TASK BRIEF: Could you restate word for word every line of the records below, from the first one to the one holding "layer = one(text)"?

SOURCE MATERIAL:
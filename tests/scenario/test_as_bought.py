"""Make-ups as bought: stock items, thickness that varies, stated density, lead equivalent, at nominal. Kind: limit."""

from __future__ import annotations

import pytest
from hypothesis import given, settings
from hypothesis import strategies as st

from scatterbay.scenario.known import Known
from scatterbay.scenario.least import least_notes
from scatterbay.scenario.make_ups import MOST_LAYERS, check_stock_name, filtration, make_up, one_layer
from scatterbay.scenario.parts import Layer
from scatterbay.units import TextError

OWN = Known(
    ("mix 2", "lead code"),
    {
        "our board": "gypsum board 12.5 mm + lead code 4",
        "our window": "lead glass 2.0 mm +/- 0.1 mm Pb at 150 kV",
        "deck": "steel 1 mm + concrete 60 mm to 130 mm",
        "snake": "snake + lead 1 mm",
        "one": "two",
        "two": "one",
        "broken": "lead 1 mm + led 2 mm",
        "x 0": " + ".join(["lead 1 mm"] * 8),
        **{f"x {n}": " + ".join([f"x {n - 1}"] * 8) for n in range(1, 20)},
    },
)


def one(text: str) -> Layer:
    (layer,) = make_up(text, OWN).layers
    return layer


def refusal(text: str, names: Known = OWN) -> TextError:
    with pytest.raises(TextError) as caught:
        make_up(text, names)
    return caught.value


def test_a_stock_item_among_layers() -> None:
    board, lead = make_up("gypsum board 12.5 mm + lead code 4").layers
    assert (board.bought_as, lead.bought_as) == ("", "lead code 4")
    assert lead.thickness.value == pytest.approx(1.80e-3)
    assert lead.counted_thickness == pytest.approx(1.71e-3)


@pytest.mark.parametrize("text", ["lead 4 mm", "lead 4mm", "lead 8 mm", "lead 2.5 mm"])
def test_lead_with_a_unit_of_length_is_lead(text: str) -> None:
    layer = one(text)
    assert (layer.material, layer.bought_as, layer.thickness.tolerance) == ("lead", "", 0.0)


def test_names_that_hold_digits_and_spaces() -> None:
    assert one("lead 4 psf").bought_as == "lead 4 psf"
    assert one("lead  code   4").bought_as == "lead code 4"
    assert one("gypsum board 5/8 in").bought_as == ""
    assert len(make_up("gypsum board 5/8 in with lead 4 psf").layers) == 2


def test_a_material_of_ones_own_that_starts_like_stock() -> None:
    """'lead code' is a material here: with an amount it is that, and 'lead code 4' is still the stock item."""
    assert one("lead code 4 mm").material == "lead code"
    assert one("lead code 4").bought_as == "lead code 4"


def test_stock_of_a_scenario_may_hold_stock() -> None:
    board, lead = make_up("our board", OWN).layers
    assert board.bought_as == lead.bought_as == "our board"
    assert lead.counted_thickness == pytest.approx(1.71e-3)
    assert refusal("our board", Known()).message


def test_a_scenario_without_materials_still_has_its_stock() -> None:
    only_stock = Known((), {"our lead": "lead 1 mm"})
    assert bool(only_stock)
    assert not Known()
    assert make_up("our lead", only_stock).layers[0].bought_as == "our lead"
    assert list(OWN) == ["mix 2", "lead code"]
    assert len(OWN) == 2
    assert "mix 2" in OWN


@pytest.mark.parametrize("text", ["snake", "one", "two + lead 1 mm"])
def test_stock_cannot_hold_itself(text: str) -> None:
    assert "is not a known material" in refusal(text).message
    assert "stock item" in refusal(text).message


def test_stock_cannot_explode() -> None:
    assert f"more than {MOST_LAYERS} layers" in refusal("x 19").message


def test_a_broken_stock_item_is_named_where_it_is_used() -> None:
    problem = refusal("concrete 300 mm + broken")
    assert problem.message == "stock item 'broken': 'led' is not a known material"
    assert problem.start == len("concrete 300 mm + ")


def test_at_nominal() -> None:
    layer = one("lead code 4 at nominal")
    assert layer.at_nominal
    assert layer.counted_thickness == pytest.approx(1.80e-3)
    both = one("concrete 300 mm +/- 10 mm at 2.25 g/cm3 +/- 2 % at nominal")
    assert (both.counted_thickness, both.counted_density) == pytest.approx((0.3, 2250.0))
    first, second = make_up("lead code 3 at nominal + lead code 3").layers
    assert (first.at_nominal, second.at_nominal) == (True, False)
    assert all(
        layer.at_nominal for layer in make_up("gypsum board 12.5 mm with lead code 4 at nominal").layers
    )


def test_a_thickness_that_varies_counts_at_its_least() -> None:
    layer = one("concrete 60 mm to 130 mm")
    assert (layer.thickness.value, layer.thickness.tolerance) == pytest.approx((0.06, 0.0))
    assert layer.thickness.text == "60 mm to 130 mm"
    assert one("concrete 2 in to 0.2 m at 2.2 g/cm3").thickness.value == pytest.approx(0.0508)


def test_a_stated_density() -> None:
    layer = one("concrete 300 mm +/- 10 mm at 2.25 g/cm3 +/- 0.05 g/cm3")
    assert layer.thickness.text == "300 mm +/- 10 mm"
    assert (layer.counted_thickness, layer.counted_density) == pytest.approx((0.29, 2200.0))
    assert one("concrete 300 mm at 2.25 g/cm3 ± 2 %").counted_density == pytest.approx(2205.0)
    assert one("concrete 300 mm at 140 lb/ft3").counted_density == pytest.approx(2242.6, rel=1e-4)
    assert one("concrete 300 mm").density is None


@pytest.mark.parametrize(
    ("density", "fits"), [("2.875", True), ("2.88", False), ("1.725", True), ("1.72", False)]
)
def test_a_density_may_be_a_quarter_off_the_tables(density: str, fits: bool) -> None:
    """The table's concrete has 2.3 g/cm3."""
    text = f"ordinary concrete 300 mm at {density} g/cm3"
    if fits:
        assert one(text).counted_density == pytest.approx(1000.0 * float(density))
    else:
        problem = refusal(text)
        assert "of ordinary concrete in the table" in problem.message
        assert "define it under 'materials'" in problem.hint


def test_a_lead_equivalent() -> None:
    """The first guess holds as much lead per area as the lead does: independent route by mass."""
    layer = one("lead glass 2.0 mm Pb at 150 kV")
    assert layer.equivalent is not None
    assert (layer.equivalent.lead.value, layer.equivalent.voltage.value) == pytest.approx((2e-3, 150.0))
    assert (layer.equivalent.lead.text, layer.thickness.text) == ("2.0 mm", "2.0 mm Pb at 150 kV")
    assert layer.thickness.value * 4.8 * 0.603407 == pytest.approx(2e-3 * 11.35, rel=1e-3)
    tolerant = one("dense lead glass 2.0 mm +/- 5 % Pb at 100 kV")
    assert tolerant.equivalent is not None
    assert tolerant.equivalent.lead.tolerance == pytest.approx(1e-4)
    assert tolerant.thickness.tolerance == pytest.approx(0.05 * tolerant.thickness.value)
    assert one("lead glass 2.0 mm Pb +/- 0.1 mm at 150 kV").equivalent == one(
        "lead glass 2.0 mm +/- 0.1 mm Pb at 150 kV").equivalent  # fmt: skip


@pytest.mark.parametrize(
    ("text", "start", "said"),
    [
        ("concrete 130 mm to 60 mm", 9, "as '60 mm to 130 mm'"),
        ("concrete 60 mm to 60 mm", 9, "from the smaller thickness to the larger"),
        ("concrete 60 to 130 mm", 9, "'60' has no unit"),
        ("concrete 60 mm to 130", 18, "'130' has no unit"),
        ("concrete 60 mm to 130 mm +/- 5 mm", 18, "has no tolerance"),
        ("concrete 60 mm +/- 5 mm to 130 mm", 9, "has no tolerance"),
        ("concrete 60 mm to 13 m", 18, "not a believable thickness"),
        ("concrete 60 mm to 130 mm at nominal", 0, "has no nominal thickness"),
        ("deck at nominal", 0, "has no nominal thickness"),
        ("concrete 300 mm at 2.25", 19, "has no unit"),
        ("concrete 300 mm at 2250 mm", 19, "where a density is needed"),
        ("concrete 300 mm at 2.25 g/cm3 +/- 3 g/cm3", 19, "stays above zero"),
        ("concrete 300 mm at nominal thickness", 19, "or the word 'nominal'"),
        ("concrete 0 mm at 2.25 g/cm3", 9, "must be above zero"),
        ("mix 2 300 mm at 2.25 g/cm3", 16, "stands under 'materials'"),
        ("lead glass 2 mm Pb", 11, "as 'lead glass 2 mm Pb at 150 kV'"),
        ("lead glass 2 mm at 150 kV", 19, "where a density is needed"),
        ("lead glass 2 mm lead at 150 kV", 11, "is written Pb"),
        ("lead glass 2 mm Pb at 150 keV", 22, "keV is the energy of one photon"),
        ("lead glass 2 mm Pb at 150 kVp", 26, "write kV"),
        ("lead glass 2 mm Pb at 30 kV", 22, "40 to 450 kV"),
        ("lead glass 2 mm Pb at 150 kV +/- 5 kV", 22, "without a tolerance"),
        ("lead glass 2 mm Pb at 150 kV at 4.9 g/cm3", 22, "takes no density"),
        ("lead glass 2 mm Pb 3 at 150 kV", 19, "'2 mm Pb 3' has no unit"),
        ("lead glass 2 m Pb at 150 kV", 11, "not a believable thickness"),
        ("plate glass 2 mm Pb at 150 kV", 12, "without lead in it"),
        ("steel 2 mm Pb at 150 kV", 6, "without lead in it"),
        ("mix 2 2 mm Pb at 150 kV", 6, "a material of this scenario"),
        ("lead code 4 sheet", 0, "write 'lead code 4' alone"),
        ("lead code 4 at 11 g/cm3", 0, "write 'lead code 4' alone"),
        ("lead 4 psf 2 mm", 0, "comes with its layers"),
        ("lead cod 4", 0, "did you mean the stock item 'lead code 4'?"),
        ("Lead Code 4", 0, "did you mean the stock item 'lead code 4'?"),
        ("lead 9 psf", 7, "did you mean the stock item 'lead 8 psf'?"),
        ("our bord", 0, "did you mean the stock item 'our board'?"),
        ("led 4 mm", 0, "did you mean 'lead'?"),
        ("at nominal", 0, "is not a known material"),
    ],
)  # fmt: skip
def test_refusals_point_and_say_what_is_allowed(text: str, start: int, said: str) -> None:
    problem = refusal(f"steel 1 mm + {text}")
    assert said in str(problem)
    assert problem.start == len("steel 1 mm + ") + start


def test_a_voltage_outside_the_model_is_outside_the_model() -> None:
    assert refusal("lead glass 2 mm Pb at 500 kV").outside_model
    assert not refusal("lead glass 2 mm Pb at 150 mm").outside_model
    inside = Known((), {"pane": "lead glass 2 mm Pb at 500 kV"})
    assert refusal("pane", inside).outside_model


@pytest.mark.parametrize(
    "text",
    ["lead code 4", "aluminium 3 mm to 4 mm", "aluminium 3 mm at 2.7 g/cm3", "lead glass 2 mm Pb at 100 kV"],
)
def test_filters_are_plain(text: str) -> None:
    with pytest.raises(TextError, match="is for walls"):
        filtration(text)
    with pytest.raises(TextError, match="is for walls"):
        one_layer(text)
    assert len(filtration("aluminium 3 mm +/- 5 % + copper 0.1 mm").layers) == 2


@pytest.mark.parametrize(
    ("name", "said"),
    [
        ("lead", "is a material"),
        ("aluminum", "is a material"),
        ("mix 2", "is a material"),
        ("a + b", "cannot name"),
        ("4 mm plate", "cannot name"),
        ("open", "cannot name"),
        ("plate at nominal", "cannot name"),
        ("lead 2 mm", "is a layer by itself"),
        ("mix 2 30 mm", "is a layer by itself"),
    ],
)  # fmt: skip
def test_names_that_a_stock_item_cannot_have(name: str, said: str) -> None:
    with pytest.raises(TextError, match=said):
        check_stock_name(name, OWN)
    assert check_stock_name("our board", OWN) == "our board"


@pytest.mark.parametrize(
    ("text", "notes"),
    [
        ("lead 2 mm + hollow block 8 in + open space 1", None),
        ("lead 2 mm + hollow block 8 in", []),
        ("lead glass 2 mm Pb at 100 kV", []),
        ("gypsum board 12.5 mm + lead code 4",
         ["lead code 4 counted at its guaranteed minimum, 1.71 mm (nominal 1.80 mm)"]),
        ("concrete 300 mm +/- 10 mm + concrete 300 mm +/- 10 mm", ["concrete 300 mm +/- 10 mm counted at 290 mm"]),
        ("concrete 300 mm at 2.25 g/cm3 +/- 2 %", ["concrete 300 mm at 2.25 g/cm3 +/- 2 % counted at 2.205 g/cm3"]),
        ("concrete 60 mm to 130 mm", ["concrete 60 mm to 130 mm counted at its least, 60 mm"]),
        ("deck", ["deck counted at its guaranteed minimum, concrete 60 mm (nominal 60 mm to 130 mm)"]),
        ("our window", ["our window counted at its guaranteed minimum, 1.9 mm Pb (nominal 2.0 mm)"]),
        ("lead code 4 at nominal + lead code 4",
         ["lead code 4 counted at nominal, as it says; its guaranteed minimum is 1.71 mm",
          "lead code 4 counted at its guaranteed minimum, 1.71 mm (nominal 1.80 mm)"]),
        ("concrete 300 +/- 10 mm at nominal",
         ["concrete 300 +/- 10 mm counted at nominal, as it says; it may be as little as 290 mm"]),
        ("gypsum board 12.5 mm with lead code 4",
         ["gypsum board 12.5 mm with lead code 4 counted at its guaranteed minimum, gypsum board 12 mm (nominal "
          "12.5 mm), lead 1.71 mm (nominal 1.80 mm)"]),
    ],
)  # fmt: skip
def test_notes_on_what_counts_as_less(text: str, notes: list[str] | None) -> None:
    """Golden output."""
    if notes is None:
        assert refusal(text)
    else:
        assert least_notes(make_up(text, OWN)) == notes


def test_no_notes_where_nothing_is_there() -> None:
    assert least_notes(make_up("open")) == []


WORDS = st.sampled_from(
    ["lead", "code", "4", "psf", "mm", "Pb", "at", "to", "nominal", "150", "kV", "2.3", "g/cm3", "+", "+/-", "%",
     "concrete", "lead glass", "mix 2", "our board", "1/2", "in", "open"]
)  # fmt: skip


@settings(max_examples=300)
@given(st.lists(WORDS, max_size=9).map(" ".join))
def test_any_words_are_read_or_refused(text: str) -> None:
    """Whatever is read counts above zero and no more than nominal; whatever is refused points into the text."""
    start = 0
    try:
        found = make_up(text, OWN)
    except TextError as problem:
        found, start = make_up("open"), problem.start
    assert 0 <= start <= len(text)
    for layer in found.layers:
        assert 0.0 < layer.counted_thickness <= layer.thickness.value * (1 + 1e-12)
    assert all(isinstance(note, str) for note in least_notes(found))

TASK OUTPUT:
filename tests/scenario/test_as_bought.py
"""Make-ups as bought: stock items, thickness that varies, stated density, lead equivalent, at nominal. Kind: limit."""

from __future__ import annotations

import pytest
from hypothesis import given, settings
from hypothesis import strategies as st

from scatterbay.scenario.known import Known
from scatterbay.scenario.least import least_notes
from scatterbay.scenario.make_ups import MOST_LAYERS, check_stock_name, filtration, make_up, one_layer
from scatterbay.scenario.parts import Layer
from scatterbay.units import TextError

OWN = Known(
    ("mix 2", "lead code"),
    {
        "our board": "gypsum board 12.5 mm + lead code 4",
        "our window": "lead glass 2.0 mm +/- 0.1 mm Pb at 150 kV",
        "deck": "steel 1 mm + concrete 60 mm to 130 mm",
        "snake": "snake + lead 1 mm",
        "one": "two",
        "two": "one",
        "broken": "lead 1 mm + led 2 mm",
        "x 0": " + ".join(["lead 1 mm"] * 8),
        **{f"x {n}": " + ".join([f"x {n - 1}"] * 8) for n in range(1, 20)},
    },
)


def one(text: str) -> Layer:
    (layer,) = make_up(text, OWN).layers
    return layer


def refusal(text: str, names: Known = OWN) -> TextError:
    with pytest.raises(TextError) as caught:
        make_up(text, names)
    return caught.value


def test_a_stock_item_among_layers() -> None:
    board, lead = make_up("gypsum board 12.5 mm + lead code 4").layers
    assert (board.bought_as, lead.bought_as) == ("", "lead code 4")
    assert lead.thickness.value == pytest.approx(1.80e-3)
    assert lead.counted_thickness == pytest.approx(1.71e-3)


@pytest.mark.parametrize("text", ["lead 4 mm", "lead 4mm", "lead 8 mm", "lead 2.5 mm"])
def test_lead_with_a_unit_of_length_is_lead(text: str) -> None:
    layer = one(text)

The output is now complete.